EXERCISE PROMPT
Print, in exact form, the lines below from the one containing "units?: UpdateUnitsDto;" through the one containing "own config (vitest.unit.config.mts).", and omit all others.

######

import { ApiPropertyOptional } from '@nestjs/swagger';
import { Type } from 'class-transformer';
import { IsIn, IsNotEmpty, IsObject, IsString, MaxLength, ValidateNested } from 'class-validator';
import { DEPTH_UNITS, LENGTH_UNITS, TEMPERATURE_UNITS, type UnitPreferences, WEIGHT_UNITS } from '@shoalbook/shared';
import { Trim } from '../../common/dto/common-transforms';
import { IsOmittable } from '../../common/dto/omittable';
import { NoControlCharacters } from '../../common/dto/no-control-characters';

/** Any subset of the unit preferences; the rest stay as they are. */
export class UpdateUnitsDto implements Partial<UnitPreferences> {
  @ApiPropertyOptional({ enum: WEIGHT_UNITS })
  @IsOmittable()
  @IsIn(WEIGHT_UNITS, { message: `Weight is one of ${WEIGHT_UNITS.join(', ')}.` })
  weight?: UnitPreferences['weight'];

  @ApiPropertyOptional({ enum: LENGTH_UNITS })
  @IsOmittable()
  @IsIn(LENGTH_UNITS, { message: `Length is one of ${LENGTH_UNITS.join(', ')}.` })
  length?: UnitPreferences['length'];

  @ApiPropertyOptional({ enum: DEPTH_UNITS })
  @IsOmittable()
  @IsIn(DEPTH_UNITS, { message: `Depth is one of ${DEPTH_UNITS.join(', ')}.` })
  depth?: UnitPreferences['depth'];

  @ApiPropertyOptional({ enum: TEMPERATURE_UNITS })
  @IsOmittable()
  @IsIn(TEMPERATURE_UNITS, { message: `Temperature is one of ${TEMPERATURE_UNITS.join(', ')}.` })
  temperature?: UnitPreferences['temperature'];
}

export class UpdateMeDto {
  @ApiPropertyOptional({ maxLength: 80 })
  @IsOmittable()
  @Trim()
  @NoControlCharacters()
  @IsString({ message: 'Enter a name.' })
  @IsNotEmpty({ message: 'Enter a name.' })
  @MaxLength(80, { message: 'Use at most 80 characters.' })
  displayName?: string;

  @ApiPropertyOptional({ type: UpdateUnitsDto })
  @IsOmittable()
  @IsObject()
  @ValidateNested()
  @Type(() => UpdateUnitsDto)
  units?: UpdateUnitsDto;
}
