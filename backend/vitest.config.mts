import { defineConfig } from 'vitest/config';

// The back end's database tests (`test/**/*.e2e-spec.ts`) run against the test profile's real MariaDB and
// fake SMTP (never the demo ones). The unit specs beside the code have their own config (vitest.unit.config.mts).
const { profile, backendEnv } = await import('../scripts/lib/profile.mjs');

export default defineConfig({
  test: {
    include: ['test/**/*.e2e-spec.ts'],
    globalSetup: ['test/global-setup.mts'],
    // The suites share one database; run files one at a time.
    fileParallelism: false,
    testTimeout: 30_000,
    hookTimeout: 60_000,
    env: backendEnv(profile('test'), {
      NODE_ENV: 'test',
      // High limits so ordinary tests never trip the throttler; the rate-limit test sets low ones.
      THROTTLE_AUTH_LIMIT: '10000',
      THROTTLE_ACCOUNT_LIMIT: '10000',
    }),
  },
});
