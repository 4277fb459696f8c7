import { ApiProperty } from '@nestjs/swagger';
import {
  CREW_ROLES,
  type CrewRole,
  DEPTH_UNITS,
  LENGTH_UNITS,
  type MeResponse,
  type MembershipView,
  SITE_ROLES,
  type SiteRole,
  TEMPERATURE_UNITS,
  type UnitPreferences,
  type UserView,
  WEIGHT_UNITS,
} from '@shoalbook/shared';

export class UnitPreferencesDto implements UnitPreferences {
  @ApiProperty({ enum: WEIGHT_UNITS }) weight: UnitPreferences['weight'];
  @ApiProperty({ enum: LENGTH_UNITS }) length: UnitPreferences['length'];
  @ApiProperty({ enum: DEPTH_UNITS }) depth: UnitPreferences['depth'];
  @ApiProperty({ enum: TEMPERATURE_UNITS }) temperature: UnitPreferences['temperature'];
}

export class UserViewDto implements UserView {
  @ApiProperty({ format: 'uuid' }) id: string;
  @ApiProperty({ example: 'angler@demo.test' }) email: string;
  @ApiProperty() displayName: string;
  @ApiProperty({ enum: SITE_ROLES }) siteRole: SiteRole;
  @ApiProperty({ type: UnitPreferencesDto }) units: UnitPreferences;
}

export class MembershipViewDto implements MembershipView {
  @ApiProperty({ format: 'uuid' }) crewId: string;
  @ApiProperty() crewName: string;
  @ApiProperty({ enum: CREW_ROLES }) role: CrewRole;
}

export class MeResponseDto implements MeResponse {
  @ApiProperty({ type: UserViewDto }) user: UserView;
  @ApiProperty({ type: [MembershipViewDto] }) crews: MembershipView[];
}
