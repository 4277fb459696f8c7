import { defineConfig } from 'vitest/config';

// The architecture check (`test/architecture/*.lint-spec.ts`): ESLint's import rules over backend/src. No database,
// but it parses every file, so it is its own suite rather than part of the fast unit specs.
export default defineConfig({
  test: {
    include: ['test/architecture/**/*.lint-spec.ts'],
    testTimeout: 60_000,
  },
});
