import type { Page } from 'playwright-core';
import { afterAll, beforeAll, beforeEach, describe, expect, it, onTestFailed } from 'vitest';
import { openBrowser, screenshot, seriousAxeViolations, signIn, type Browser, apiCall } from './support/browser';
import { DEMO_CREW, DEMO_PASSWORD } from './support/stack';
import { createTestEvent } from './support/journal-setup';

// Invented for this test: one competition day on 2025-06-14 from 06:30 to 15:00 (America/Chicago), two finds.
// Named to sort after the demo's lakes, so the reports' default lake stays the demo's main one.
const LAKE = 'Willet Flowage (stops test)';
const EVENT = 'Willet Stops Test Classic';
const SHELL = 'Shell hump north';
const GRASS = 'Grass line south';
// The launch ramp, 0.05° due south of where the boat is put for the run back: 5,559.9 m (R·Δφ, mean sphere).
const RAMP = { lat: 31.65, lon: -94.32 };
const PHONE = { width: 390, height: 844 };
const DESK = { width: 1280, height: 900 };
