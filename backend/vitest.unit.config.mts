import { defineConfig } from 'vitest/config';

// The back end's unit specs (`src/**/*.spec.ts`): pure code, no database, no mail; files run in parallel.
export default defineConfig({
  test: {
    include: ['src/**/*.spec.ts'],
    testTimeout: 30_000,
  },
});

######

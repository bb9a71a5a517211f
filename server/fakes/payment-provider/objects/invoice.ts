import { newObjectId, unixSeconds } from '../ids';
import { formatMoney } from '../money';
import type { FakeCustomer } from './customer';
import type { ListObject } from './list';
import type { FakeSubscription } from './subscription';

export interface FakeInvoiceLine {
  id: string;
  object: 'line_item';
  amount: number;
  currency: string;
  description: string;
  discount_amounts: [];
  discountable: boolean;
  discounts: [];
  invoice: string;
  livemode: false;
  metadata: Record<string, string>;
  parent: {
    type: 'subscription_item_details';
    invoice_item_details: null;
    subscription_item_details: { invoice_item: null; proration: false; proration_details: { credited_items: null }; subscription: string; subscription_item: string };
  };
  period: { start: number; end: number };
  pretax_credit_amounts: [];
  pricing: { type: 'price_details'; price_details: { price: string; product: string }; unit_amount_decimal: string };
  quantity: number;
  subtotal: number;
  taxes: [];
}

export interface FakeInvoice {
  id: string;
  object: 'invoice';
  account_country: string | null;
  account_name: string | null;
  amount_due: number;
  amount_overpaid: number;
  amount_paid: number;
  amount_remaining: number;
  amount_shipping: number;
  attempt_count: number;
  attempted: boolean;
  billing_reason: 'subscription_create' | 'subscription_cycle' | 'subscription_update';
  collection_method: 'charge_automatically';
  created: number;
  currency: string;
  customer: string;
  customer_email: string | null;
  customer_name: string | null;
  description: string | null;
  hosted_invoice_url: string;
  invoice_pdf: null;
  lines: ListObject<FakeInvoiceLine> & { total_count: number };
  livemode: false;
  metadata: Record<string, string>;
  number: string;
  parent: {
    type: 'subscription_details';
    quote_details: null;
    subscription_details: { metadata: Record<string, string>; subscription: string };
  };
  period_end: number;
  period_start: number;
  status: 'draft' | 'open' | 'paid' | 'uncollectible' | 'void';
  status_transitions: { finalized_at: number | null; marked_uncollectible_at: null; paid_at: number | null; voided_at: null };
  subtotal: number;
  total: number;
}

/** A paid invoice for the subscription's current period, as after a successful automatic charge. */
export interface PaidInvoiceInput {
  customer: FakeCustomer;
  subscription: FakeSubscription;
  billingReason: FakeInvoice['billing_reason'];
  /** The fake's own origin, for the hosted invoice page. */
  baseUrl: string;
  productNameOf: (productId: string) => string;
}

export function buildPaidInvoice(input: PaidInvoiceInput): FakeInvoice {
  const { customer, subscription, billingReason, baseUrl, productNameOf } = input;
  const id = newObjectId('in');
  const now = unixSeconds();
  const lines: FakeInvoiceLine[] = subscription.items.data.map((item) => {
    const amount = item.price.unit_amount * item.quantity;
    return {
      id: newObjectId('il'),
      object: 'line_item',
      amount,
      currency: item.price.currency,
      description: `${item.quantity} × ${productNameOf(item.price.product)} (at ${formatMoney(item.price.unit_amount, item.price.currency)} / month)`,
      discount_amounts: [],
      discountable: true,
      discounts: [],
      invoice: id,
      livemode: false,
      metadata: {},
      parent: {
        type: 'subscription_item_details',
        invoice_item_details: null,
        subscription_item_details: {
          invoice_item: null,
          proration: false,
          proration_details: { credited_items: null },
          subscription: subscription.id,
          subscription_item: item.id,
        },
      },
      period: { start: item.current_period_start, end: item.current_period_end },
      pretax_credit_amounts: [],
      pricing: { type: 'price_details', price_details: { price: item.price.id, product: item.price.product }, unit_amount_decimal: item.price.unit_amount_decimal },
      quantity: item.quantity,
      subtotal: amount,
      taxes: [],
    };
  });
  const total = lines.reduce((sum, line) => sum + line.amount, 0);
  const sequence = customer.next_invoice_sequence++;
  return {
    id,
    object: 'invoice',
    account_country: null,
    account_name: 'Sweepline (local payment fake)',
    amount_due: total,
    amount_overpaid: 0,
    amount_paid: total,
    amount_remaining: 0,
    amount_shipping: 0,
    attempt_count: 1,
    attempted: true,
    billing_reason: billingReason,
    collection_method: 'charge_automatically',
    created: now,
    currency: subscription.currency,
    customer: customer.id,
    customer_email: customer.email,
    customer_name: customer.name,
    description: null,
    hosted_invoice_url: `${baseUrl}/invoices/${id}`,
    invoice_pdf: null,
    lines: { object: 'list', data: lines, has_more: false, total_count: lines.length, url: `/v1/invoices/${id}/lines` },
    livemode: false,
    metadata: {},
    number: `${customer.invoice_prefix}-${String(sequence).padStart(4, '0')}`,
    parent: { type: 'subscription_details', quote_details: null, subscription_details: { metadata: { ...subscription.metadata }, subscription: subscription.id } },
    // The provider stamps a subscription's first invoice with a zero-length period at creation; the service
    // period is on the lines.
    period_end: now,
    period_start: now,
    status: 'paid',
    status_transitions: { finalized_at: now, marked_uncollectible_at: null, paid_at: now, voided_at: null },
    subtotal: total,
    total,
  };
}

######

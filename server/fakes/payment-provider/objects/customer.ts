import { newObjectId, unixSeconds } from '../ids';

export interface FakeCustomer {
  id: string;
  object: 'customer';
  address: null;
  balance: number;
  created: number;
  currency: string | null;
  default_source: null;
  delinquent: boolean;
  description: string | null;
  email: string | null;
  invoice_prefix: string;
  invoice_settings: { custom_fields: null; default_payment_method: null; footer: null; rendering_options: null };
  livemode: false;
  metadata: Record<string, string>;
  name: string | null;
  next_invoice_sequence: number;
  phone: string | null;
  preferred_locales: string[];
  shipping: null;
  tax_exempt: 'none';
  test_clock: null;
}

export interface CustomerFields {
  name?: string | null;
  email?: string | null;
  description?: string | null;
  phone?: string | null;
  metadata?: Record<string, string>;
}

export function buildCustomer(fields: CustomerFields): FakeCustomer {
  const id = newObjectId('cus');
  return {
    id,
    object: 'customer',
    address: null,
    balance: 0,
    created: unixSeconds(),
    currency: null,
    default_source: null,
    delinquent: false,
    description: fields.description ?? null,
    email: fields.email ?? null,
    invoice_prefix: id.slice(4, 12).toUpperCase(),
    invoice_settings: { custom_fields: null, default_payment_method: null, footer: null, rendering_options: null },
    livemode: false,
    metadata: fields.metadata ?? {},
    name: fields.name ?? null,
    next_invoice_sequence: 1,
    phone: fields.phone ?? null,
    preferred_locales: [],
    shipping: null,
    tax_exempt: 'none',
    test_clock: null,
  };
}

######

ANSWER BELOW
  units?: UpdateUnitsDto;
}
filename backend/vitest.config.mts
import { defineConfig } from 'vitest/config';

// The back end's database tests (`test/**/*.e2e-spec.ts`) run against the test profile's real MariaDB and
// fake SMTP (never the demo ones). The unit specs beside the code have their own config (vitest.unit.config.mts).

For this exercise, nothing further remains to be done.